/**
 * The catalog: every DRIFT spreadsheet function, in the order help and the
 * README list them. Hosts register exactly this list.
 */
import { BANDGAP } from './functions/bandgap';
import { CONDUCTIVITY } from './functions/conductivity';
import { CURRENTDENSITY } from './functions/currentdensity';
import { VELOCITY } from './functions/velocity';
import { VSAT } from './functions/vsat';
import { TCR } from './functions/tcr';
import { DIFFUSIVITY } from './functions/diffusivity';
import { DOPING } from './functions/doping';
import { RESISTIVITYAT } from './functions/resistivityat';
import { ELECTRONS } from './functions/electrons';
import { FERMILEVEL } from './functions/fermilevel';
import { HOLES } from './functions/holes';
import { IONIZED } from './functions/ionized';
import { MAJORITY } from './functions/majority';
import { MINORITY } from './functions/minority';
import { MOBILITY } from './functions/mobility';
import { FREEMOBILITY } from './functions/freemobility';
import { MODELS } from './functions/models';
import { MODELCODES } from './functions/modelcodes';
import { CONDUCTIONDOS } from './functions/conductiondos';
import { INTRINSIC } from './functions/intrinsic';
import { NIEFF } from './functions/nieff';
import { VALENCEDOS } from './functions/valencedos';
import { RESISTIVITY } from './functions/resistivity';
import { RESISTOR } from './functions/resistor';
import { SHEETRES } from './functions/sheetres';
import { LAYERSHEETRES } from './functions/layersheetres';
import { IMPLANTSHEETRES } from './functions/implantsheetres';
import { JUNCTIONDEPTH } from './functions/junctiondepth';
import { FOURPOINT } from './functions/fourpoint';
import { FOURPOINTRS } from './functions/fourpointrs';
import { VANDERPAUW } from './functions/vanderpauw';
import { HALLDENSITY } from './functions/halldensity';
import { HALLMOBILITY } from './functions/hallmobility';
import { RESISTORLENGTH } from './functions/resistorlength';
import { RESISTORTEMP } from './functions/resistortemp';
import { DOPINGRANGE } from './functions/dopingrange';
import { DOPINGSPREAD, RESISTIVITYSPREAD } from './functions/modelspread';
import { RADIALVARIATION } from './functions/radialvariation';
import type { FunctionSpec } from './types';

export const CATALOG: readonly FunctionSpec[] = [
  BANDGAP,
  CONDUCTIONDOS,
  VALENCEDOS,
  INTRINSIC,
  NIEFF,
  ELECTRONS,
  HOLES,
  MAJORITY,
  MINORITY,
  IONIZED,
  FERMILEVEL,
  MOBILITY,
  FREEMOBILITY,
  DIFFUSIVITY,
  CONDUCTIVITY,
  RESISTIVITY,
  DOPING,
  CURRENTDENSITY,
  VELOCITY,
  VSAT,
  TCR,
  RESISTIVITYAT,
  SHEETRES,
  RESISTOR,
  LAYERSHEETRES,
  IMPLANTSHEETRES,
  JUNCTIONDEPTH,
  FOURPOINT,
  FOURPOINTRS,
  VANDERPAUW,
  HALLDENSITY,
  HALLMOBILITY,
  RESISTORLENGTH,
  RESISTORTEMP,
  DOPINGRANGE,
  RESISTIVITYSPREAD,
  DOPINGSPREAD,
  RADIALVARIATION,
  MODELS,
  MODELCODES,
] as readonly FunctionSpec[];

const BY_NAME = new Map(CATALOG.map((spec) => [spec.name, spec]));

/** Looks a function up by name, with or without the DRIFT. prefix, any case. */
export function findFunction(name: string): FunctionSpec | undefined {
  const bare = name
    .trim()
    .toUpperCase()
    .replace(/^DRIFT\./, '');
  return BY_NAME.get(bare);
}

/**
 * The functions whose help pages cite a model: from a registry entry's code
 * (MODEL_REGISTRY, src/physics/models.ts) to the catalog entries that use it.
 *
 * @param code - a model code, any case, e.g. 'Masetti'
 * @returns function names without the DRIFT. prefix, in catalog order (empty for a code no function cites)
 * @example functionsCiting('sproul-green') // → ['INTRINSIC']
 */
export function functionsCiting(code: string): readonly string[] {
  const wanted = code.trim().toLowerCase();
  return CATALOG.filter((spec) => spec.models.some((cited) => cited.toLowerCase() === wanted)).map((spec) => spec.name);
}

export { evaluate, toFailure, unwrapSingle } from './broadcast';
export { NAMESPACE, qualifiedName } from './naming';
export type { FunctionSpec, ParameterSpec, ElementwiseSpec, TableSpec, TupleSpec, RowSpec } from './types';
export * from './values';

* [Directions]: The response must contain exactly the lines from the one with "that use it." to the end of the entries above, both included, and nothing more.

* [Exercise response]:
 * (MODEL_REGISTRY, src/physics/models.ts) to the catalog entries that use it.
 *
 * @param code - a model code, any case, e.g. 'Masetti'
 * @returns function names without the DRIFT. prefix, in catalog order (empty for a code no function cites)
 * @example functionsCiting('sproul-green') // → ['INTRINSIC']
 */
export function functionsCiting(code: string): readonly string[] {
  const wanted = code.trim().toLowerCase();
  return CATALOG.filter((spec) => spec.models.some((cited) => cited.toLowerCase() === wanted)).map((spec) => spec.name);
}

export { evaluate, toFailure, unwrapSingle } from './broadcast';
export { NAMESPACE, qualifiedName } from './naming';
export type { FunctionSpec, ParameterSpec, ElementwiseSpec, TableSpec, TupleSpec, RowSpec } from './types';
export * from './values';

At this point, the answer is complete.